§ **TASK DIRECTIONS**
All lines in the records that carry the string "AddTemperatureOptions" are to be shown.

--- START ---

def gap_certified(method, metric, a, count, p, upper, level):
    """Whether the one-step bound from a keeps the next ``count`` integers within ``level``.

    Parameters
    ----------
    method, metric : str
    a, count : array_like of int
        The known n and how many integers after it are to be covered.
    p : array_like of float
        The p of each gap.
    upper : array_like of float
        An upper bound on the true error at a (the value plus its accuracy).
    level : float or array_like of float

    Returns
    -------
    numpy.ndarray of bool
        True where W(a + m) + ``_SLACK`` <= level is proven for m = 1..count (module notes);
        always True for count = 0, never where the method has no step bound.

    Examples
    --------
    >>> gap_certified("normal_cc", "interval", [10**6], [10**4], [0.3], [0.0001], 0.001).tolist()
    [True]
    """
    a, count, p, upper, level = np.broadcast_arrays(
        np.asarray(a, dtype=np.int64), np.asarray(count, dtype=np.int64),
        np.asarray(p, dtype=np.float64), np.asarray(upper, dtype=np.float64),
        np.asarray(level, dtype=np.float64))  # fmt: skip
    a, count, p, upper, level = (x.ravel() for x in (a, count, p, upper, level))
    ok = count <= 0
    rho = step_bound(method, a, p)
    if rho is None:
        return ok
    grow = (2.0 if metric == "interval" else 1.0) * count * rho
    # The extension term E_a is non-negative: without it the bound is already a lower one.
    trial = ~ok & (upper + grow + _SLACK <= level)
    for exact in (False, True):  # a cheap cap on E_a first, E_a itself where it fails
        if not trial.any():
            break
        ext = extension_cap(method, a[trial], p[trial], metric) if not exact else None
        if ext is None:
            ext, exact = _extensions(method, metric, a[trial], p[trial]), True
        if metric == "interval":
            bound = upper[trial] + 2.0 * ext + grow[trial]
        else:
            bound = np.maximum(upper[trial], ext) + grow[trial]
        ok[trial] = bound + _SLACK <= level[trial]
        trial &= ~ok
        if exact:
            break
    return ok


def _upper(value):
    """An upper bound on the true error from a stored (possibly float32) value."""
    return value + _FLOAT32 * abs(value)
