// SPDX-License-Identifier: MIT
// `sevenfold eval`: evaluate the polynomials of an entries file as a table (same columns as
// `sevenfold table`, so fitted and exact tables can be compared with ordinary tools).
#pragma once

#include <string>
#include <vector>

#include <CLI/CLI.hpp>

#include "cli/common.h"
#include "report/table_writer.h"

namespace sevenfold::cli {

struct EvalOptions {
  std::string entries_path;
  std::vector<std::string> species_names;  // empty: all
  TemperatureChoice temperatures;
  TableFormat format = TableFormat::kText;
};

void SetupEvalCommand(CLI::App& app, int& exit_status);
int RunEvalCommand(const EvalOptions& options);

}  // namespace sevenfold::cli
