// SPDX-License-Identifier: MIT
#include "cli/report_command.h"

#include <fmt/format.h>

#include <iostream>
#include <memory>

#include "cli/common.h"
#include "cli/progress.h"
#include "core/output_text.h"
#include "report/build_report.h"

namespace sevenfold::cli {

void SetupReportCommand(CLI::App& app, int& exit_status) {
  auto options = std::make_shared<ReportCommandOptions>();
  CLI::App* command = app.add_subcommand(
      "report",
      "Write an HTML page with plots of fitted versus exact curves, a Markdown summary "
      "and a JSON file of every figure");
  command->add_option("files", options->species_files, "Species YAML files")
      ->required()
      ->check(CLI::ExistingFile);
  command
      ->add_option("-o,--output",
                   options->output_dir,
                   "Directory to write index.html, summary.md and summary.json into")
      ->required();
  command->add_option("--species", options->species_names, "Only this species (repeatable)");
  auto* entries =
      command
          ->add_option(
              "--entries", options->entries_path, "Report on this entries file instead of fitting")
          ->check(CLI::ExistingFile);
  command
      ->add_option("--baseline",
                   options->baseline_path,
                   "An older entries file whose curves are drawn for comparison")
      ->check(CLI::ExistingFile);
  AddMidOption(*command, options->mid);
  AddObjectiveOptions(*command, options->objective, options->extrapolation_guard);
  command->get_option("--mid")->excludes(entries);
  AddJobsOption(*command, options->num_jobs);
  command->add_flag("-q,--quiet", options->quiet, "No progress bar");
  command->callback([options, &exit_status] { exit_status = RunReportCommand(*options); });
}

int RunReportCommand(const ReportCommandOptions& options) {
  ReportJob job;
  job.tool_version = SEVENFOLD_VERSION;
  job.species_files = options.species_files;
  job.species_were_selected = !options.species_names.empty();
  job.entries_path = options.entries_path;
  job.baseline_path = options.baseline_path;
  job.mid_setting = options.mid;
  job.output_dir = options.output_dir;
  RefuseReportOverInputs(job);
  job.regenerate = MakeRegenerateOptions(
      options.mid, options.objective, options.extrapolation_guard, options.num_jobs);
  ProgressBar progress("report", options.quiet);
  job.progress = progress.Callback();

  const ReportOutcome outcome = BuildReport(
      LoadSpecies(options.species_files, options.species_names, options.num_jobs), job);
  progress.Finish();
  std::cout << "report written to " << VisibleControls(outcome.index_path) << "\n";
  if (outcome.num_failing > 0) {
    std::cerr << fmt::format("{} of {} fits miss their quality thresholds (see {})\n",
                             outcome.num_failing,
                             outcome.num_species,
                             VisibleControls(outcome.summary_path));
  }
  return outcome.num_failing > 0 ? 1 : 0;
}

}  // namespace sevenfold::cli
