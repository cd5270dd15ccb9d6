// SPDX-License-Identifier: MIT
// Pieces shared by the subcommands: loading and selecting species, temperature lists.
#pragma once

#include <string>
#include <vector>

#include <CLI/CLI.hpp>

#include "report/table_writer.h"
#include "species/species.h"

namespace sevenfold::cli {

// Reads the species files and keeps those named in `names` (all when empty), in file order.
// Throws Error for a name that no file defines.
std::vector<Species> LoadSpecies(const std::vector<std::string>& files,
                                 const std::vector<std::string>& names);

// Temperature selection shared by `table` and `eval`: --at, or --from/--to/--step, or nothing
// (then the default grid of each species).
struct TemperatureChoice {
  std::vector<double> at_k;
  double from_k = 0.0;
  double to_k = 0.0;
  double step_k = 0.0;  // > 0 when --from/--to/--step were given

  // The temperatures to use for a species whose range is [low_k, high_k].
  std::vector<double> For(double low_k, double high_k) const;
};

// Adds --at / --from / --to / --step bound to `choice`, and --format bound to `format`.
void AddTemperatureOptions(CLI::App& command, TemperatureChoice& choice);
void AddFormatOption(CLI::App& command, TableFormat& format);

}  // namespace sevenfold::cli
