// SPDX-License-Identifier: MIT
#include "cli/fit_command.h"

#include <iostream>
#include <memory>

#include <fmt/format.h>

#include "cli/common.h"
#include "cli/progress.h"
#include "core/atomic_file.h"
#include "core/error.h"
#include "entries/entries.h"
#include "mechanism/regenerate.h"

namespace sevenfold::cli {

void SetupFitCommand(CLI::App& app, int& exit_status) {
  auto options = std::make_shared<FitCommandOptions>();
  CLI::App* command = app.add_subcommand(
      "fit", "Fit two-range NASA 7-coefficient polynomials to the exact curves of every species "
             "and write them to an entries file");
  command->add_option("files", options->species_files, "Species YAML files")
      ->required()
      ->check(CLI::ExistingFile);
  command->add_option("-o,--output", options->output_path, "Entries file to write")->required();
  command->add_option("--species", options->species_names, "Only this species (repeatable)");
  AddMidOption(*command, options->mid);
  AddObjectiveOptions(*command, options->objective, options->extrapolation_guard);
  command->add_flag("--smooth-curvature", options->continuous_second_derivative,
                    "Also make d2Cp/dT2 continuous at the mid temperature");
  command->add_flag("--allow-poor-fits", options->allow_poor_fits,
                    "Exit 0 even when a fit misses its quality thresholds (still marked failing)");
  command->add_flag("--keep-going", options->keep_going,
                    "Write the entries that could be computed and list the species that could "
                    "not (exit 1); by default any such species fails the whole run");
  AddJobsOption(*command, options->num_jobs);
  command->add_flag("-q,--quiet", options->quiet, "No progress bar");
  command->callback([options, &exit_status] { exit_status = RunFitCommand(*options); });
}

int RunFitCommand(const FitCommandOptions& options) {
  RefuseOutputThatIsAnInput(options.output_path, options.species_files);
  const std::vector<Species> species =
      LoadSpecies(options.species_files, options.species_names, options.num_jobs);
  RegenerateOptions regenerate = MakeRegenerateOptions(options.mid, options.objective, options.extrapolation_guard,
                            options.num_jobs);
  regenerate.continuous_second_derivative = options.continuous_second_derivative;
  ProgressBar progress("fit", options.quiet);
  regenerate.progress = progress.Callback();
  std::vector<std::string> failures;
  const std::vector<SpeciesFit> results =
      options.keep_going ? FitAllSpecies(species, regenerate, &failures)
                         : FitAllSpecies(species, regenerate);
  progress.Finish();
  const EntriesFile entries = MakeEntriesFile(results, regenerate);
  WriteFileAtomically(options.output_path, FormatEntries(entries));
  const int poor_status = ReportPoorFits(results, options.allow_poor_fits);
  for (const std::string& failure : failures) std::cerr << "error: " << failure << "\n";
  if (!failures.empty()) {
    std::cerr << fmt::format("{} of {} species could not be computed and are not in {}\n",
                             failures.size(), species.size(), options.output_path);
    return 1;
  }
  return poor_status;
}

}  // namespace sevenfold::cli
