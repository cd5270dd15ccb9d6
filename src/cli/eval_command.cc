// SPDX-License-Identifier: MIT
#include "cli/eval_command.h"

#include <algorithm>
#include <iostream>
#include <memory>

#include <fmt/format.h>

#include "core/error.h"
#include "entries/entries.h"
#include "report/entry_evaluation.h"

namespace sevenfold::cli {

void SetupEvalCommand(CLI::App& app, int& exit_status) {
  auto options = std::make_shared<EvalOptions>();
  CLI::App* command =
      app.add_subcommand("eval", "Evaluate the fitted polynomials of an entries file as a table");
  command->add_option("entries", options->entries_path, "Entries file")
      ->required()
      ->check(CLI::ExistingFile);
  command->add_option("--species", options->species_names, "Only this species (repeatable)");
  AddTemperatureOptions(*command, options->temperatures);
  AddFormatOption(*command, options->format);
  command->callback([options, &exit_status] { exit_status = RunEvalCommand(*options); });
}

int RunEvalCommand(const EvalOptions& options) {
  const EntriesFile file = ReadEntriesFile(options.entries_path);
  for (const std::string& name : options.species_names) {
    const bool found = std::any_of(file.entries.begin(), file.entries.end(),
                                   [&](const Entry& entry) { return entry.name == name; });
    if (!found) {
      throw Error(fmt::format("--species {}: no such entry in {}", name, options.entries_path));
    }
  }
  std::vector<TableRow> rows;
  for (const Entry& entry : file.entries) {
    if (!options.species_names.empty() &&
        std::find(options.species_names.begin(), options.species_names.end(), entry.name) ==
            options.species_names.end()) {
      continue;
    }
    const TwoRangePolynomial& p = entry.polynomial;
    for (const double t : options.temperatures.For(p.t_low_k, p.t_high_k)) {
      rows.push_back({entry.name, entry.reference_pressure_pa, EvaluateEntry(entry, t)});
    }
  }
  std::cout << FormatTable(rows, options.format);
  return 0;
}

}  // namespace sevenfold::cli
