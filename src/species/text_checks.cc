// SPDX-License-Identifier: MIT
#include "species/text_checks.h"

#include <cstddef>

namespace sevenfold::detail {

int SecondDocumentLine(const std::string& text) {
  const auto is_marker = [](const std::string& line, const char* marker) {
    return line.compare(0, 3, marker) == 0 &&
           (line.size() == 3 || line[3] == ' ' || line[3] == '\t' || line[3] == '\r');
  };
  bool seen_content = false, ended = false;
  int number = 0;
  std::size_t start = 0;
  while (start < text.size()) {
    std::size_t end = text.find('\n', start);
    if (end == std::string::npos) end = text.size();
    const std::string line = text.substr(start, end - start);
    start = end + 1;
    ++number;
    const std::size_t first = line.find_first_not_of(" \t\r");
    if (first == std::string::npos || line[first] == '#' || line[0] == '%') continue;
    if (is_marker(line, "---")) {
      if (seen_content || ended) return number;
      // "--- value": the document's content starts on this line.
      const std::size_t rest = line.find_first_not_of(" \t\r", 3);
      if (rest != std::string::npos && line[rest] != '#') seen_content = true;
      continue;
    }
    if (is_marker(line, "...")) {
      ended = true;
      continue;
    }
    if (ended) return number;
    seen_content = true;
  }
  return 0;
}

}  // namespace sevenfold::detail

--- END ---

§ **ANSWER BOX**
void AddTemperatureOptions(CLI::App& command, TemperatureChoice& choice);
  AddTemperatureOptions(*command, options->temperatures);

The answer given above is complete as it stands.